ASSIGNMENT => The lines below that include the word "leakage" are to be reported.

INFORMATION GIVEN =>

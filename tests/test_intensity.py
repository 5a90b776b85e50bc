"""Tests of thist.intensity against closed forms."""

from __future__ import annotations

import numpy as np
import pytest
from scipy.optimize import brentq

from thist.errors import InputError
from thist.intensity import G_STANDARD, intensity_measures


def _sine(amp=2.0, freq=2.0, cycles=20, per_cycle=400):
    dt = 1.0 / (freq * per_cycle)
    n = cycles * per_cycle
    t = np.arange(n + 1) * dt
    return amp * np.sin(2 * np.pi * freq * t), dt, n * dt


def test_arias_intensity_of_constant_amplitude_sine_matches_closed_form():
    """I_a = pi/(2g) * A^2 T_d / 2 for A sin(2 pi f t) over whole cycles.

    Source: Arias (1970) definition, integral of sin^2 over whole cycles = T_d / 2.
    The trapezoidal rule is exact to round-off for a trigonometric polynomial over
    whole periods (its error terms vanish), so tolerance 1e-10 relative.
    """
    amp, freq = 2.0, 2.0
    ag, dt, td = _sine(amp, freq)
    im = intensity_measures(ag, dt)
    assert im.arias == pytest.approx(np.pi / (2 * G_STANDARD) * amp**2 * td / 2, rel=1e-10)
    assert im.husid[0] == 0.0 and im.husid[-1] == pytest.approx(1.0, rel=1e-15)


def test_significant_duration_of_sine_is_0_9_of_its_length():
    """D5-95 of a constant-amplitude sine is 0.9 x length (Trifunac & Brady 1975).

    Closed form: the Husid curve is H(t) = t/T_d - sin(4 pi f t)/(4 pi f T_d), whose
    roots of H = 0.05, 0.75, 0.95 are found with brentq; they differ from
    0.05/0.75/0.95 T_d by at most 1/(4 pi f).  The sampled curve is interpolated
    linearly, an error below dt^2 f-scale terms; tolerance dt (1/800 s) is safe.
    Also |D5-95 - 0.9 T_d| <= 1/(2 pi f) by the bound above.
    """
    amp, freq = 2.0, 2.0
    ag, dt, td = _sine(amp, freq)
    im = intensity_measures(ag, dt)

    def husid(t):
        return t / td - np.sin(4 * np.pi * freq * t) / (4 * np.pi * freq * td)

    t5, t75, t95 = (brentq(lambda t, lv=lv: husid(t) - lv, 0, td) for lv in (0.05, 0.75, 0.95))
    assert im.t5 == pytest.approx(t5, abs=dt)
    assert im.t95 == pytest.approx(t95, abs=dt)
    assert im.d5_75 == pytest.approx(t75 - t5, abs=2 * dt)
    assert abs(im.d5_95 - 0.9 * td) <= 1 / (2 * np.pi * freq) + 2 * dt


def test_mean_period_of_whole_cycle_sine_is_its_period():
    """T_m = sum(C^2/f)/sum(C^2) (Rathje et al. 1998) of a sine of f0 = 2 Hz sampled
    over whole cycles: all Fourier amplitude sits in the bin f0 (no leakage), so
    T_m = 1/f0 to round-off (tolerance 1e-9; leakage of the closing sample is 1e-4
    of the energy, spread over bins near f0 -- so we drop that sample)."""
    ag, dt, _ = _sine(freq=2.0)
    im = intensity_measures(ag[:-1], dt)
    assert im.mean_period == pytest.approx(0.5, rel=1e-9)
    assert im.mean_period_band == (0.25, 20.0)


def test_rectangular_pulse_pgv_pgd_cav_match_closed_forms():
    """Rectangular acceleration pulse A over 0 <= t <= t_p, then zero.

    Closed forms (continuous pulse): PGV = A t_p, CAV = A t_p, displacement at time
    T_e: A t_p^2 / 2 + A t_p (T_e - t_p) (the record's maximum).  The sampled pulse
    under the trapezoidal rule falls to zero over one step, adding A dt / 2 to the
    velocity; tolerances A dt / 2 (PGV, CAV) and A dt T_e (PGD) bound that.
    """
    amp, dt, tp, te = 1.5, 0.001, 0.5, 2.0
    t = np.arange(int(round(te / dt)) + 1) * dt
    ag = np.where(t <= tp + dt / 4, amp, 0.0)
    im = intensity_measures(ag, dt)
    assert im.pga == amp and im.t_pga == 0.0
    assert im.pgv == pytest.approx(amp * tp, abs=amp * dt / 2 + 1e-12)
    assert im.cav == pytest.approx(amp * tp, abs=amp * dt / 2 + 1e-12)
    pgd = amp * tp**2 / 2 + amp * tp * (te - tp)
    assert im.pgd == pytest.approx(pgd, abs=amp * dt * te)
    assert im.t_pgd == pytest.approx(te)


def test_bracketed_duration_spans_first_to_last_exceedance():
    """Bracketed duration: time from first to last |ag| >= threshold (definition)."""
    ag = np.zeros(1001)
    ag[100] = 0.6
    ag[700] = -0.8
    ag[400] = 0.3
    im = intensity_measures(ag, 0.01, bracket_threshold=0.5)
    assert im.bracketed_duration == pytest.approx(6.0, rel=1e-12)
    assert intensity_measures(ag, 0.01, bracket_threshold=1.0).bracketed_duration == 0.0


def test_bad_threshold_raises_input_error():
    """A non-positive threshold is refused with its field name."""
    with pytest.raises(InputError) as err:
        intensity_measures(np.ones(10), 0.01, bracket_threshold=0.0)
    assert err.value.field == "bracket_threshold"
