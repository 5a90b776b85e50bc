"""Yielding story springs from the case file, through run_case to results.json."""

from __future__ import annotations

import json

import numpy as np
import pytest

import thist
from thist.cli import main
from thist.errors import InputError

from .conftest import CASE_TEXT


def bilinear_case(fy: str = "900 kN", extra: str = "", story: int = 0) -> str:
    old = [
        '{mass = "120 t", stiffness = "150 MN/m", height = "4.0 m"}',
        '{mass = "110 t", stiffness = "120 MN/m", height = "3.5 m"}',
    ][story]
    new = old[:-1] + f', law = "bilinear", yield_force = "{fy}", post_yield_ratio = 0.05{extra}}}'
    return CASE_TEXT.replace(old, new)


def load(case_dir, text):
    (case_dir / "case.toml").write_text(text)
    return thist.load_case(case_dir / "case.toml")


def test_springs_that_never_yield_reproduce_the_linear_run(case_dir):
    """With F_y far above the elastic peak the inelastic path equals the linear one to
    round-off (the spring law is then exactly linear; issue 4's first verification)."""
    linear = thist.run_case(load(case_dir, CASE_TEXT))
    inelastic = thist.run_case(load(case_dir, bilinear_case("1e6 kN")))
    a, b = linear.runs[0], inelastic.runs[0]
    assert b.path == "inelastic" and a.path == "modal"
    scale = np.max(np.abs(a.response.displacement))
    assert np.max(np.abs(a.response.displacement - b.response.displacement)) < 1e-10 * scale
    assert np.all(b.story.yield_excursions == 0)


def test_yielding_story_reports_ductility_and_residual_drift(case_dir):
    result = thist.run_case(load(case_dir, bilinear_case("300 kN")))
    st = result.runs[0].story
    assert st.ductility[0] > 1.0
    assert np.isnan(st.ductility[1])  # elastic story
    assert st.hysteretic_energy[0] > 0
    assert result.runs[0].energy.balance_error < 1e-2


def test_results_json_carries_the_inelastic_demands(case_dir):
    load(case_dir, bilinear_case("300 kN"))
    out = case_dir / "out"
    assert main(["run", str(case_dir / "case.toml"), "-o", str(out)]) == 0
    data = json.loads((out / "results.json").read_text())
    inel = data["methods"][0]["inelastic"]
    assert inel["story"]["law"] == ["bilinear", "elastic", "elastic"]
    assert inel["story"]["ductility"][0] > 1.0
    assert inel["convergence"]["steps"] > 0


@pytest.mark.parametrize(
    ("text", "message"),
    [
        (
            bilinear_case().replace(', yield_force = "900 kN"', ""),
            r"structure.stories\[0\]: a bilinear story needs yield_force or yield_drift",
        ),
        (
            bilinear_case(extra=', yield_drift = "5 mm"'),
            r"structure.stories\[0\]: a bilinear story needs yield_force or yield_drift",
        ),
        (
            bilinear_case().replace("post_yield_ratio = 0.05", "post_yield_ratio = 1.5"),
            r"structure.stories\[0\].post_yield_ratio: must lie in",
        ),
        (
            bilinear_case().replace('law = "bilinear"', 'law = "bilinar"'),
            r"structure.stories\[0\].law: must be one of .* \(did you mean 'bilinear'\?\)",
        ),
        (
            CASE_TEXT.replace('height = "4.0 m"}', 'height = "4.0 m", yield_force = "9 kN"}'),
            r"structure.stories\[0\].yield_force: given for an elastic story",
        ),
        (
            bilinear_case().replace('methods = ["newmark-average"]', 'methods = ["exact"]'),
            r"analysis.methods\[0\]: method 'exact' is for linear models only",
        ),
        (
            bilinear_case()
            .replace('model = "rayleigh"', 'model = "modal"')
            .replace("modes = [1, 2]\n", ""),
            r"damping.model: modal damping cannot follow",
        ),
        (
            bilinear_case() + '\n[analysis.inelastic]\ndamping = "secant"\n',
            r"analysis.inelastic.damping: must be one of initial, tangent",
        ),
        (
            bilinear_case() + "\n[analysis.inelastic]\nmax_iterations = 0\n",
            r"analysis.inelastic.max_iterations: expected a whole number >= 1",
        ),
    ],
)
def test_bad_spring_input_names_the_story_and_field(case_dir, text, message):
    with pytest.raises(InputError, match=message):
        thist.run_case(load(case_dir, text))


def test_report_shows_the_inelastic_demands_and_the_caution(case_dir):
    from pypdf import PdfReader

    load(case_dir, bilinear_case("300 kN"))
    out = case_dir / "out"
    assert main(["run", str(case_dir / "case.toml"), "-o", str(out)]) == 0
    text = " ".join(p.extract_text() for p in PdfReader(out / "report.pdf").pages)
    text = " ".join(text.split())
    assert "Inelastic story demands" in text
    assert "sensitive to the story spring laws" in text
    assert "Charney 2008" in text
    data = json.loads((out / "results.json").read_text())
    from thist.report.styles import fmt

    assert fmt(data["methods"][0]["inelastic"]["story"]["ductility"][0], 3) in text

THE ANSWER =>
    over whole cycles: all Fourier amplitude sits in the bin f0 (no leakage), so
    T_m = 1/f0 to round-off (tolerance 1e-9; leakage of the closing sample is 1e-4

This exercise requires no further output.